I do have a long history in drumming with treating the drums as a musical instrument – not just a noisy timekeeper. I have been blessed in the music industry as others have recognized that. The album is full of sections where there is no drumming at all to let the music breathe – plus many sections of quiet drumming, like the Barrios guitar piece on YouTube. 
I have also written more than 60 songs – every note, every harmony - with my band Tourniquet. This includes parts for violin and cello. Our band has been described as “Beethoven Meets Frankenstein”, which is endearing to our fans but maybe not on a classical forum! I have the utmost respect for the composers I love, which are many – I apologize for offending anyone – thanks for checking it out anyways!


----------



## Aramis

> My goal was to match the intensity of the piece.


You failed to do it - your playing totally missed romantic expression of this music. Wild doesn't equal primitive.

Besides, why are you playing with recording instead of real pianist (correct me if I'm wrong)? No cooperation between real musicans = no good effects.

Uhm, and did I mention that solo piano music of this quality can be only ruined with addition of rock drummer?


----------



## David58117

Even as a drummer, I gotta agree with the others - it's not just blind aggression, there's so much more to the music than that. It's not anything against you, just the piano has the potential for so much more expressiveness than a drum kit...someone banging over it kinda loses the point. 
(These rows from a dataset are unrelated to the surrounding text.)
import { describe, expect, it } from 'vitest';
import { ELEMENTS, elementOf, isElement, nearestElements, splitNuclide } from '../../src/elements/table.ts';

describe('the table of elements', () => {
  it('holds 118 elements, each symbol and name once, numbered without a gap', () => {
    expect(ELEMENTS).toHaveLength(118);
    expect(new Set(ELEMENTS.map(({ symbol }) => symbol)).size).toBe(118);
    expect(new Set(ELEMENTS.map(({ name }) => name)).size).toBe(118);
    expect(ELEMENTS.map(({ atomicNumber }) => atomicNumber)).toEqual(Array.from({ length: 118 }, (_, i) => i + 1));
  });

  it('writes every symbol as a capital and at most one small letter', () => {
    for (const { symbol } of ELEMENTS) expect(symbol).toMatch(/^[A-Z][a-z]?$/);
  });

  // Periodic table of the IUPAC, from memory.
  it.each([
    ['H', 1, 1, 1],
    ['He', 2, 18, 1],
    ['Be', 4, 2, 2],
    ['B', 5, 13, 2],
    ['O', 8, 16, 2],
    ['Al', 13, 13, 3],
    ['Sc', 21, 3, 4],
    ['Fe', 26, 8, 4],
    ['Cu', 29, 11, 4],
    ['Zn', 30, 12, 4],
    ['Br', 35, 17, 4],
    ['Ag', 47, 11, 5],
    ['Cs', 55, 1, 6],
    ['La', 57, null, 6],
    ['Yb', 70, null, 6],
    ['Lu', 71, 3, 6],
    ['Pt', 78, 10, 6],
    ['Pb', 82, 14, 6],
    ['Ac', 89, null, 7],
    ['U', 92, null, 7],
    ['Lr', 103, 3, 7],
    ['Og', 118, 18, 7],
  ])('places %s as number %i in group %j, period %i', (symbol, atomicNumber, group, period) => {
    expect(elementOf(symbol)).toMatchObject({ symbol, atomicNumber, group, period });
  });

  it('knows a symbol only in its right case', () => {
    expect(isElement('Co')).toBe(true);
    expect(isElement('CO')).toBe(false);
    expect(isElement('D')).toBe(false);
    expect(elementOf('Xx')).toBeUndefined();
  });
});

describe('did you mean, for elements', () => {
  it.each([
    ['Xx', ['Xe']],
    ['CL', ['Cl']],
    ['fe', ['Fe']],
    ['iron', ['Fe']],
    ['Zm', ['Zn', 'Zr']],
    ['Jq', []],
    ['', []],
  ])('offers for %j %j', (text, symbols) => {
    expect(nearestElements(text)).toEqual(symbols);
  });

  it('offers three at most', () => {
    expect(nearestElements('Sx').length).toBe(3);
  });
});

describe('keys of a composition', () => {
  it('split into mass number and symbol', () => {
    expect(splitNuclide('2H')).toEqual({ massNumber: '2', symbol: 'H' });
    expect(splitNuclide('Fe')).toEqual({ massNumber: null, symbol: 'Fe' });
  });
});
So nice drum kit, good recording quality, great drumming, but not a fan of drumming along to classical music.


----------



## tedk

This version of the etude - volume wise - stays within a very narrow range. There are slight volume nuances to the piano track, and they are followed on drums very closely. There is also "relative volume" issues depending on where on the piano the piece is at - midrange keys "sound" slightly louder than the lower keys for example. It's not just the variance in how hard a drum or cymbal is struck. It is also which drum or cymbal is being struck at any given second. The lows of the piano are matched with like lower toms, etc. I suspect only drummers - and not just any drummers - could recognize this.

Like all the music on the CD, I hear and know every single note of every track. It may sound to you like just bashing, but to those that can get past the notion of drumming to classical pieces, it's very musical. I'm certainly not suggesting it's for everyone though. If you want a simple clear-cut example of following nuances, I also did The Overture to the Marriage of Figaro. As you can hear, there are loud parts, quiet parts, and parts where I felt there should be no drumming to let the music come through. Also, on the Barrios youTube track, I used special drumsticks that are much quieter and give a different sound that fits better with the classical guitar. The guitarist on that is Denis Azabagic, who has heard the final version and really enjoyed it… He's a world class guitarist if you are possibly unaware of him.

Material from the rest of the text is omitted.